The Lackawaxen River is a 31.3 mi tributary of the Delaware River in northeastern Pennsylvania in the United States. The river flows through a largely rural area in the northern Pocono Mountains, draining an area of approximately 598 sqmi.

Its source is in the borough of Prompton in western Wayne County, at the confluence of the West Branch and Van Auken Creek. It flows past Honesdale and Hawley, where it is joined from the southwest by Wallenpaupack Creek and by Middle Creek. Water discharged from the Lake Wallenpaupack hydroelectric facility enters the river downstream from Hawley. The river continues east and joins the Delaware at Lackawaxen. East of Honesdale, it was deepened as part of the Delaware and Hudson Canal project.

The river is a popular destination for canoeing and recreational fly fishing for trout. It was reportedly where the American author Zane Grey first learned to fly fish. The Stourbridge Line railroad follows the river from Honesdale to its discharge at Lackawaxen.

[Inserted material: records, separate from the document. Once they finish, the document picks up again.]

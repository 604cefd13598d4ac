package io.github.gammawright.verification;

import io.github.gammawright.geometry.Quantity;
import io.github.gammawright.verification.reference.ReferenceQuantity;
import java.util.ArrayList;
import java.util.List;
import java.util.Random;

/**
 * The arrays that a class takes between the point and the results: those of all its quantities, each once. They are
 * filled with numbers between −1 and 1 that follow from the seed.
 */
final class InputArrays {

    private final List<Input> inputs = new ArrayList<>();
    private final int dimension;
    private final long seed;

    private record Input(String name, int length) {}

    InputArrays(List<Quantity> quantities, int dimension, long seed) {
        this.dimension = dimension;
        this.seed = seed;
        for (Quantity quantity : quantities) {
            for (Input input : of(quantity)) {
                if (!inputs.contains(input)) {
                    inputs.add(input);
                }
            }
        }
    }

    private List<Input> of(Quantity quantity) {
        List<Integer> lengths =
                ReferenceQuantity.named(quantity.symbol()).orElseThrow().inputLengths(dimension);
        List<Input> own = new ArrayList<>();
        for (int i = 0; i < lengths.size(); i++) {
            own.add(new Input(quantity.furtherInputs().get(i), lengths.get(i)));
        }
        return own;
    }

    /** How many arrays there are. */
    int count() {
        return inputs.size();
    }

    /** The arrays at the point with that number. */
    double[][] at(int point) {
        Random random = new Random(seed * 0x9E3779B97F4A7C15L + point);
        double[][] arrays = new double[inputs.size()][];
        for (int i = 0; i < arrays.length; i++) {
            arrays[i] = random.doubles(inputs.get(i).length(), -1, 1).toArray();
        }
        return arrays;
    }

    /** Those of the arrays that one quantity takes. */
    double[][] select(Quantity quantity, double[][] arrays) {
        List<Input> own = of(quantity);
        double[][] selected = new double[own.size()][];
        for (int i = 0; i < selected.length; i++) {
            selected[i] = arrays[inputs.indexOf(own.get(i))];
        }
        return selected;
    }
}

Lackawaxen is Lenape for "swift waters".

==West Branch Lackawaxen River==
The West Branch, approximately 21.5 mi long, rises from a confluence of several small streams in the villages of Orson and Poyntelle in northern Wayne County, and flows south-southeast through Belmont Lake in Belmont Corners. After a second confluence, with Johnson Creek, it flows southeast through Prompton Lake reservoir, to a third confluence, with Van Auken Creek, to form the main stem.